_Your objective_
The expected reply is all of the data, returned exactly.
--------------------------------------------------
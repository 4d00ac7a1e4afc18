// /admin/mail: what Pinchpoint has sent. In demo mode the local sink's messages can be read here;
// elsewhere mail leaves for the configured SMTP server and only the outbox's state is shown.
import Link from "next/link";
import { dateTime } from "@/components/ui/format";
import { Card, Stat } from "@/components/ui/Card";
import { requirePagePermission } from "@/lib/auth/page";
import { demoMode } from "@/lib/config";
import { mailDir, smtpUrl } from "@/lib/mail/config";
import { outboxOverview } from "@/lib/data/mail-outbox";
import { isSinkMessageId, listSinkMessages, readSinkMessage } from "@/lib/mail/sink-store";
import { MessageView } from "./MessageView";

export const metadata = { title: "Admin · Mail" };

/** host:port of the SMTP URL, never its credentials */
function smtpServer(): string {
  try {
    const url = new URL(smtpUrl());
    return `${url.protocol}//${url.host}`;
  } catch {
    return "(PINCHPOINT_SMTP_URL is not a valid URL)";
  }
}

const when = (d: Date | null) => (d ? dateTime(d, { seconds: true }) : "no date");

export default async function AdminMailPage({ searchParams }: { searchParams: Promise<{ m?: string | string[]; view?: string | string[] }> }) {
  await requirePagePermission("admin");
  const query = await searchParams;
  const outbox = await outboxOverview().catch(() => null);

  return (
    <div className="space-y-5">
      <div className="grid grid-cols-1 gap-3 sm:grid-cols-3">
        <Stat label="Queued" value={outbox?.counts.queued ?? "–"} hint="waiting or between retries" />
        <Stat label="Sent" value={outbox?.counts.sent ?? "–"} tone="ok" hint={`to ${smtpServer()}`} />
        <Stat label="Failed" value={outbox?.counts.failed ?? "–"} tone={outbox?.counts.failed ? "down" : "ink"} hint="given up after retries or a permanent refusal" />
      </div>

      {outbox && outbox.pending.length > 0 && (
        <Card title="Not sent yet, or given up on">
          <ul className="divide-y divide-line text-sm">
            {outbox.pending.map((p) => (
              <li key={p.id} className="py-2">
                <div className="flex flex-wrap items-baseline justify-between gap-2">
                  <span className="text-ink">{p.subject}</span>
                  <span className={`font-mono text-xs ${p.status === "failed" ? "text-down" : "text-degraded"}`}>
                    {p.status} · {p.attempts} attempt{p.attempts === 1 ? "" : "s"}
                    {p.status === "queued" && p.nextAttemptAt ? ` · next ${when(p.nextAttemptAt)}` : ""}
                  </span>
                </div>
                <div className="font-mono text-xs text-muted">{p.to.join(", ")}</div>
                {p.lastError && <div className="mt-0.5 font-mono text-xs text-faint">{p.lastError}</div>}
              </li>
            ))}
          </ul>
        </Card>
      )}

      {demoMode() ? (
        <SinkMessages selected={typeof query.m === "string" ? query.m : undefined} view={query.view === "text" ? "text" : "html"} />
      ) : (
        <Card title="Mail delivery">
          <p className="text-sm text-muted">
            Mail goes to the SMTP server configured in <span className="font-mono text-ink">PINCHPOINT_SMTP_URL</span> ({smtpServer()}). Messages are read in
            people&apos;s own mailboxes; this page shows their contents only in demo mode, where a local sink keeps them.
          </p>
        </Card>
      )}
    </div>
  );
}

async function SinkMessages({ selected, view }: { selected?: string; view: "html" | "text" }) {
  const dir = mailDir();
  const { items, total } = await listSinkMessages({ dir, limit: 100 });
  const id = selected && isSinkMessageId(selected) ? selected : items[0]?.id;
  const message = id ? await readSinkMessage({ dir, id }) : null;

  return (
    <div className="grid grid-cols-1 gap-4 lg:grid-cols-[minmax(0,2fr)_minmax(0,3fr)]">
      <Card
        title={`Sent messages${total > items.length ? ` (newest ${items.length} of ${total})` : ` (${total})`}`}
        action={
          <Link href="/admin/mail" className="text-xs text-muted hover:text-ink">
            Refresh
          </Link>
        }
      >
        <p className="mb-3 text-xs text-faint">
          Demo mode: every message goes to the local mail sink on the server (the folder PINCHPOINT_MAIL_DIR names). Nothing leaves this machine.
        </p>
        {items.length === 0 ? (
          <p className="text-sm text-muted">No messages yet. Assigning an owner to a component with a team address sends one.</p>
        ) : (
          <ul className="-mx-2 max-h-[640px] overflow-y-auto" data-testid="mail-list">
            {items.map((m) => {
              const active = m.id === id;
              return (
                <li key={m.id}>
                  <Link
                    href={`/admin/mail?m=${encodeURIComponent(m.id)}${view === "text" ? "&view=text" : ""}`}
                    aria-current={active ? "true" : undefined}
                    className={`block rounded-md border-l-2 px-2 py-2 ${active ? "border-brass bg-raised" : "border-transparent hover:bg-raised"}`}
                  >
                    <div className="truncate text-sm text-ink">{m.subject || "(no subject)"}</div>
                    <div className="truncate font-mono text-xs text-muted">to {m.to || "(nobody)"}</div>
                    <div className="font-mono text-xs text-faint">{when(m.date)}</div>
                  </Link>
                </li>
              );
            })}
          </ul>
        )}
      </Card>
      {message ? <MessageView message={message} view={view} /> : items.length > 0 && <Card title="Message">This message is no longer in the sink folder.</Card>}
    </div>
  );
}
--------------------------------------------------
_Answer for the task_
repository 4d00ac7a1e4afc18
// /admin/mail: what Pinchpoint has sent. In demo mode the local sink's messages can be read here;
// elsewhere mail leaves for the configured SMTP server and only the outbox's state is shown.
import Link from "next/link";
import { dateTime } from "@/components/ui/format";
import { Card, Stat } from "@/components/ui/Card";
import { requirePagePermission } from "@/lib/auth/page";
import { demoMode } from "@/lib/config";
import { mailDir, smtpUrl } from "@/lib/mail/config";
import { outboxOverview } from "@/lib/data/mail-outbox";
import { isSinkMessageId, listSinkMessages, readSinkMessage } from "@/lib/mail/sink-store";
import { MessageView } from "./MessageView";

export const metadata = { title: "Admin · Mail" };

/** host:port of the SMTP URL, never its credentials */
function smtpServer(): string {
  try {
    const url = new URL(smtpUrl());
    return `${url.protocol}//${url.host}`;
  } catch {
    return "(PINCHPOINT_SMTP_URL is not a valid URL)";
  }
}

const when = (d: Date | null) => (d ? dateTime(d, { seconds: true }) : "no date");

export default async function AdminMailPage({ searchParams }: { searchParams: Promise<{ m?: string | string[]; view?: string | string[] }> }) {
  await requirePagePermission("admin");
  const query = await searchParams;
  const outbox = await outboxOverview().catch(() => null);

  return (
    <div className="space-y-5">
      <div className="grid grid-cols-1 gap-3 sm:grid-cols-3">
        <Stat label="Queued" value={outbox?.counts.queued ?? "–"} hint="waiting or between retries" />
        <Stat label="Sent" value={outbox?.counts.sent ?? "–"} tone="ok" hint={`to ${smtpServer()}`} />
        <Stat label="Failed" value={outbox?.counts.failed ?? "–"} tone={outbox?.counts.failed ? "down" : "ink"} hint="given up after retries or a permanent refusal" />
      </div>

      {outbox && outbox.pending.length > 0 && (
        <Card title="Not sent yet, or given up on">
          <ul className="divide-y divide-line text-sm">
            {outbox.pending.map((p) => (
              <li key={p.id} className="py-2">
                <div className="flex flex-wrap items-baseline justify-between gap-2">
                  <span className="text-ink">{p.subject}</span>
                  <span className={`font-mono text-xs ${p.status === "failed" ? "text-down" : "text-degraded"}`}>
                    {p.status} · {p.attempts} attempt{p.attempts === 1 ? "" : "s"}
                    {p.status === "queued" && p.nextAttemptAt ? ` · next ${when(p.nextAttemptAt)}` : ""}
                  </span>
                </div>
                <div className="font-mono text-xs text-muted">{p.to.join(", ")}</div>
                {p.lastError && <div className="mt-0.5 font-mono text-xs text-faint">{p.lastError}</div>}
              </li>
            ))}
          </ul>
        </Card>
      )}

      {demoMode() ? (
        <SinkMessages selected={typeof query.m === "string" ? query.m : undefined} view={query.view === "text" ? "text" : "html"} />
      ) : (
        <Card title="Mail delivery">
          <p className="text-sm text-muted">
            Mail goes to the SMTP server configured in <span className="font-mono text-ink">PINCHPOINT_SMTP_URL</span> ({smtpServer()}). Messages are read in
            people&apos;s own mailboxes; this page shows their contents only in demo mode, where a local sink keeps them.
          </p>
        </Card>
      )}
    </div>
  );
}

async function SinkMessages({ selected, view }: { selected?: string; view: "html" | "text" }) {
  const dir = mailDir();
  const { items, total } = await listSinkMessages({ dir, limit: 100 });
  const id = selected && isSinkMessageId(selected) ? selected : items[0]?.id;
  const message = id ? await readSinkMessage({ dir, id }) : null;

  return (
    <div className="grid grid-cols-1 gap-4 lg:grid-cols-[minmax(0,2fr)_minmax(0,3fr)]">
      <Card
        title={`Sent messages${total > items.length ? ` (newest ${items.length} of ${total})` : ` (${total})`}`}
        action={
          <Link href="/admin/mail" className="text-xs text-muted hover:text-ink">
            Refresh
          </Link>
        }
      >
        <p className="mb-3 text-xs text-faint">
          Demo mode: every message goes to the local mail sink on the server (the folder PINCHPOINT_MAIL_DIR names). Nothing leaves this machine.
        </p>
        {items.length === 0 ? (
          <p className="text-sm text-muted">No messages yet. Assigning an owner to a component with a team address sends one.</p>
        ) : (
          <ul className="-mx-2 max-h-[640px] overflow-y-auto" data-testid="mail-list">
            {items.map((m) => {
              const active = m.id === id;
              return (
                <li key={m.id}>
                  <Link
                    href={`/admin/mail?m=${encodeURIComponent(m.id)}${view === "text" ? "&view=text" : ""}`}
                    aria-current={active ? "true" : undefined}
                    className={`block rounded-md border-l-2 px-2 py-2 ${active ? "border-brass bg-raised" : "border-transparent hover:bg-raised"}`}
                  >
                    <div className="truncate text-sm text-ink">{m.subject || "(no subject)"}</div>
                    <div className="truncate font-mono text-xs text-muted">to {m.to || "(nobody)"}</div>
                    <div className="font-mono text-xs text-faint">{when(m.date)}</div>
                  </Link>
                </li>
              );
            })}
          </ul>
        )}
      </Card>
      {message ? <MessageView message={message} view={view} /> : items.length > 0 && <Card title="Message">This message is no longer in the sink folder.</Card>}
    </div>
  );
}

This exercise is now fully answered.